Saturday, September 14, 2013


I was familiar with the name Shel Silverstein before I heard him on the TV. What I mean by "heard" was that I overheard Mr. Silverstein during his guest appearance on the Joe Pyne Show when I was supposed to be asleep in the other room.

It was probably around the summer of 1964, and my grandparents were visiting us out in the San Fernando Valley as they occasionally did. As was the custom during these overnight visits, I gave up my bed for gramps. On this particular night, he was up watching the aforementioned Joe Pyne, one of late night talk show's pioneers, when I heard the words "smut books" from my fold away bed in the living room.

It sounded like Silverstein -- who I knew was a contributor to PLAYBOY magazine from frequent stolen peeks at them in the den of my friend's house -- was trying a first amendment move by showing the covers of a bunch of adult magazines he had "smuggled" in to the show. Whether being serious or for theatrics sake -- I can't remember which -- Pyne refused. Silverstein persisted. In the ensuing chaos, I jumped up from my makeshift bed to get a look at these so-called smut books. If memory serves me right, Silverstein barely got to show them from where he was sitting, and I was left to being content peeking at the PLAYBOY's in my friend's father's man cave for the time being.

Sheldon Allan Silverstein (1930 - 1999) was a bit of a renaissance man. Poet, musician, writer, cartoonist, humorist, and later as Uncle Shelby, a children's book author (!), Silverstein was a long-time contributor to PLAYBOY beginning in the August, 1956 issue. Best known for his scriggly-lined cartoons and his off-the-map travelogues, Silverstein's madcap ideas and writings had an equal dash of counterculture, reflecting hip current events and the avant garde.

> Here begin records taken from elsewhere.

"""AXI arithmetic against the protocol's equations and worked examples (AMBA AXI and ACE Protocol, IHI 0022, A3.4.1)."""

from __future__ import annotations

import pytest
from hypothesis import given
from hypothesis import strategies as st

from beatwise.memory.axi import (
    BEAT_BYTES,
    BOUNDARY_BYTES,
    LONGEST_BEATS,
    aligned,
    beat_addresses,
    lanes,
    longest,
    split,
    wrap_boundary,
)

BEATS = st.sampled_from(BEAT_BYTES)


def test_an_incrementing_burst_from_an_unaligned_address() -> None:
    addresses = beat_addresses(0x1007, 4, 4)
    assert addresses == (0x1007, 0x1008, 0x100C, 0x1010)
    assert [list(lanes(address, 4, 8)) for address in addresses] == [[7], [0, 1, 2, 3], [4, 5, 6, 7], [0, 1, 2, 3]]


def test_narrow_beats_walk_over_the_lanes_of_the_bus() -> None:
    assert [list(lanes(address, 1, 4)) for address in beat_addresses(0, 1, 5)] == [[0], [1], [2], [3], [0]]


def test_a_wrapping_burst_returns_to_its_lowest_address() -> None:
    assert wrap_boundary(0x38, 4, 4) == 0x30
    assert beat_addresses(0x38, 4, 4, "wrap") == (0x38, 0x3C, 0x30, 0x34)


def test_a_fixed_burst_stays_where_it_is() -> None:
    assert beat_addresses(0x40, 4, 3, "fixed") == (0x40, 0x40, 0x40)


@pytest.mark.parametrize("beats", [0, 1, 3, 5, 17])
def test_a_wrapping_burst_has_2_4_8_or_16_beats(beats: int) -> None:
    with pytest.raises(ValueError, match="wrapping"):
        beat_addresses(0, 4, beats, "wrap")


def test_a_wrapping_burst_starts_at_a_beat() -> None:
    with pytest.raises(ValueError, match="wrapping"):
        beat_addresses(0x39, 4, 4, "wrap")


@pytest.mark.parametrize(("kind", "most"), [("increment", 256), ("fixed", 16)])
def test_no_burst_is_longer_than_the_protocol_allows(kind: str, most: int) -> None:
    assert len(beat_addresses(0, 1, most, kind)) == most  # type: ignore[arg-type]
    with pytest.raises(ValueError, match="cannot have"):
        beat_addresses(0, 1, most + 1, kind)  # type: ignore[arg-type]


def test_no_burst_crosses_4096_bytes() -> None:
    assert beat_addresses(0xFC0, 64, 1) == (0xFC0,)
    with pytest.raises(ValueError, match="cross"):
        beat_addresses(0xFC0, 64, 2)


@pytest.mark.parametrize("beat", [0, 3, 256])
def test_a_beat_carries_a_power_of_two_up_to_128_bytes(beat: int) -> None:
    with pytest.raises(ValueError, match="a beat carries"):
        aligned(0, beat)


def test_a_beat_is_no_wider_than_its_bus() -> None:
    with pytest.raises(ValueError, match="bus"):
        lanes(0, 8, 4)


def test_the_longest_burst_by_width() -> None:
    """AXI4: 256 beats, and 4096 bytes (IHI 0022; the widths to 512 bits also in HLS user guide UG1399, burst mode)."""
    assert {bits: longest(bits // 8) for bits in (32, 64, 128, 256, 512, 1024)} == {
        32: 256, 64: 256, 128: 256, 256: 128, 512: 64, 1024: 32,
    }  # fmt: skip


def test_a_loop_of_100_with_a_limit_of_64() -> None:
    """HLS user guide UG1399, "Specifying Burst Mode"."""
    assert split(0, 400, 4, 64) == (64, 36)


def test_runs_are_cut_at_4096_bytes_and_at_the_limit() -> None:
    """From the 4096-byte rule."""
    assert split(0x40, 4096, 64, 64) == (63, 1)
    assert split(0xFC0, 1024, 64, 16) == (1, 15)
    assert split(0, 1 << 20, 64, 16) == (16,) * 1024
    assert split(0, 1 << 20, 16, 256) == (256,) * 256
    assert split(0, 0, 64, 16) == ()


@given(start=st.integers(0, 1 << 20), size=st.integers(0, 20_000), beat=BEATS, limit=st.integers(1, 2 * LONGEST_BEATS))
def test_the_bursts_of_a_run_visit_each_of_its_bytes_once(start: int, size: int, beat: int, limit: int) -> None:
    visited: list[int] = []
    address = start
    for beats in split(start, size, beat, limit):
        assert 1 <= beats <= min(limit, longest(beat))
        addresses = beat_addresses(address, beat, beats)
        assert {each // BOUNDARY_BYTES for each in addresses} == {address // BOUNDARY_BYTES}
        for each in addresses:
            visited.extend(range(each, aligned(each, beat) + beat))
        address = aligned(addresses[-1], beat) + beat
    assert visited[:size] == list(range(start, start + size))
    assert len(visited) - size < beat


@given(start=st.integers(0, 1 << 16), beat=BEATS, beats=st.sampled_from((2, 4, 8, 16)))
def test_a_wrapping_burst_visits_its_block_once(start: int, beat: int, beats: int) -> None:
    start = aligned(start, beat)
    low = wrap_boundary(start, beat, beats)
    assert sorted(beat_addresses(start, beat, beats, "wrap")) == list(range(low, low + beat * beats, beat))


@given(start=st.integers(0, 1 << 16), beat=BEATS, beats=st.integers(2, 32))
def test_every_beat_after_the_first_is_aligned_and_follows(start: int, beat: int, beats: int) -> None:
    if aligned(start, beat) % BOUNDARY_BYTES + beat * beats > BOUNDARY_BYTES:
        return
    addresses = beat_addresses(start, beat, beats)
    assert addresses[0] == start
    assert [each - aligned(start, beat) for each in addresses[1:]] == [beat * n for n in range(1, beats)]


@given(address=st.integers(0, 1 << 16), beat=BEATS, bus=BEATS)
def test_lanes_lie_within_the_bus(address: int, beat: int, bus: int) -> None:
    if beat <= bus:
        used = lanes(address, beat, bus)
        assert 0 <= used.start < used.stop <= bus
        assert len(used) <= beat
        assert used.start == address % bus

 The bald, bearded Silverstein was also a songwriter, musician, and he pressed a number of LP's, such as Freakin' at the Freaker's Ball. He was behind the creation of such hits as Johnny Cash's historic tune, "A Boy Named Sue" and Dr. Hook's "The Cover of the Rolling Stone". I heard him sing his song, "The Unicorn", on TV. Silverstein's zany compositions eventually earned him a permanent spot in the song rotation during Dr. Demento's famous show.

As a Monster Kid, I was thrilled to see the occasional still from a monster movie in his pictorial satire series for PLAYBOY. Originally titled Teevee Jeebies, in the July, 1959 issue, subsequent installments were given headings such as, Bride of Teevee Jeebies and I Was a Teenage Teevee Jeebie. Eventually, PLAYBOY PRESS published two volumes collecting the series.

The August, 1962 issue was a surprise. Included was Silverstein's latest, Teevie Jeebies Meets the Wolfman, and was exclusively dedicated to monster movies.

I can't help but to wonder if this is the origin point of the fumetti-style monster photos with word balloons used not much later by numerous monster magazines. These also predate the first issue of MONSTERS TO LAUGH WITH (1964), begging the question, could Shel Silverstein's Teevee Jeebies in PLAYBOY have been the inspiration for Stan Lee's Marvel monster satire magazines?

1 comment:

DRB in Karloffornia said...

This post brought back some great memories. Shel Silverstein was a great writer and humorist. I had forgotten the Teevee Jeebies; thanks for bringing them back!